▸ What is being asked: Retyping the data exactly is the task. Include every line.

══════

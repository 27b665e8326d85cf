import { spawnSync } from 'node:child_process';
import { userInfo } from 'node:os';
import { inheritedEnvironment } from '../environment.ts';
import { findProgram } from './database.ts';

/** A Debian package and the program by which we know that it is there. */
export type SystemPackage = { readonly name: string; readonly program: string };

export const mariadbServer: SystemPackage = { name: 'mariadb-server', program: 'mariadbd' };
/** For the browser tests only. */
export const chromium: SystemPackage = { name: 'chromium', program: 'chromium' };

function run(command: string, args: readonly string[]): { readonly ok: boolean; readonly output: string } {
  const result = spawnSync(command, args, {
    encoding: 'utf8',
    // Asks the package not to start a service of its own: we start the program ourselves, on our own folder.
    env: inheritedEnvironment({ DEBIAN_FRONTEND: 'noninteractive', RUNLEVEL: '1' }),
    maxBuffer: 64 * 1024 * 1024,
  });
  return { ok: result.status === 0, output: `${result.stdout ?? ''}${result.stderr ?? ''}` };
}

/**
 * Installs what is missing: as root with apt-get, as anybody else through sudo where that asks for no password.
 *
 * @throws Error with the one command to run by hand when neither is possible.
 */
export function installMissing(packages: readonly SystemPackage[], say: (line: string) => void): void {
  const names = packages.filter(({ program }) => !findProgram(program)).map(({ name }) => name);
  if (names.length === 0) return;

  const isRoot = userInfo().uid === 0;
  const byHand = `${isRoot ? '' : 'sudo '}apt-get install --no-install-recommends ${names.join(' ')}`;
  const list = names.join(' and ');
  if (!findProgram('apt-get')) {
    throw new Error(`${list} is needed and this machine has no apt-get. Install it in this system's own way.`);
  }
  const prefix = isRoot ? [] : ['sudo', '-n'];
  if (!isRoot && !run('sudo', ['-n', 'true']).ok) {
    throw new Error(
      `${list} is needed and only an administrator can install it. Run this once, then start again:\n  ${byHand}`,
    );
  }

  const apt = (args: readonly string[]) => {
    const [command, ...rest] = [...prefix, 'apt-get', '-o', 'DPkg::Lock::Timeout=300', ...args];
    return run(command as string, rest);
  };
  const install = () => apt(['install', '-y', '--no-install-recommends', ...names]);
  say(`Installing ${list} with apt-get (about half a minute).`);
  let result = install();
  if (!result.ok) {
    say('Updating the list of packages first.');
    apt(['update']);
    result = install();
  }
  const stillMissing = packages.filter(({ program }) => !findProgram(program)).map(({ name }) => name);
  if (!result.ok || stillMissing.length > 0) {
    const end = result.output.trim().split('\n').slice(-8).join('\n');
    throw new Error(
      `${list} could not be installed. Run this yourself and start again:\n  ${byHand}\napt-get said:\n${end}`,
    );
  }
}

══════

▸ Solution:
repository 27b665e8326d85cf
import { spawnSync } from 'node:child_process';
import { userInfo } from 'node:os';
import { inheritedEnvironment } from '../environment.ts';
import { findProgram } from './database.ts';

/** A Debian package and the program by which we know that it is there. */
export type SystemPackage = { readonly name: string; readonly program: string };

export const mariadbServer: SystemPackage = { name: 'mariadb-server', program: 'mariadbd' };
/** For the browser tests only. */
export const chromium: SystemPackage = { name: 'chromium', program: 'chromium' };

function run(command: string, args: readonly string[]): { readonly ok: boolean; readonly output: string } {
  const result = spawnSync(command, args, {
    encoding: 'utf8',
    // Asks the package not to start a service of its own: we start the program ourselves, on our own folder.
    env: inheritedEnvironment({ DEBIAN_FRONTEND: 'noninteractive', RUNLEVEL: '1' }),
    maxBuffer: 64 * 1024 * 1024,
  });
  return { ok: result.status === 0, output: `${result.stdout ?? ''}${result.stderr ?? ''}` };
}

/**
 * Installs what is missing: as root with apt-get, as anybody else through sudo where that asks for no password.
 *
 * @throws Error with the one command to run by hand when neither is possible.
 */
export function installMissing(packages: readonly SystemPackage[], say: (line: string) => void): void {
  const names = packages.filter(({ program }) => !findProgram(program)).map(({ name }) => name);
  if (names.length === 0) return;

  const isRoot = userInfo().uid === 0;
  const byHand = `${isRoot ? '' : 'sudo '}apt-get install --no-install-recommends ${names.join(' ')}`;
  const list = names.join(' and ');
  if (!findProgram('apt-get')) {
    throw new Error(`${list} is needed and this machine has no apt-get. Install it in this system's own way.`);
  }
  const prefix = isRoot ? [] : ['sudo', '-n'];
  if (!isRoot && !run('sudo', ['-n', 'true']).ok) {
    throw new Error(
      `${list} is needed and only an administrator can install it. Run this once, then start again:\n  ${byHand}`,
    );
  }

  const apt = (args: readonly string[]) => {
    const [command, ...rest] = [...prefix, 'apt-get', '-o', 'DPkg::Lock::Timeout=300', ...args];
    return run(command as string, rest);
  };
  const install = () => apt(['install', '-y', '--no-install-recommends', ...names]);
  say(`Installing ${list} with apt-get (about half a minute).`);
  let result = install();
  if (!result.ok) {
    say('Updating the list of packages first.');
    apt(['update']);
    result = install();
  }
  const stillMissing = packages.filter(({ program }) => !findProgram(program)).map(({ name }) => name);
  if (!result.ok || stillMissing.length > 0) {
    const end = result.output.trim().split('\n').slice(-8).join('\n');
    throw new Error(
      `${list} could not be installed. Run this yourself and start again:\n  ${byHand}\napt-get said:\n${end}`,
    );
  }
}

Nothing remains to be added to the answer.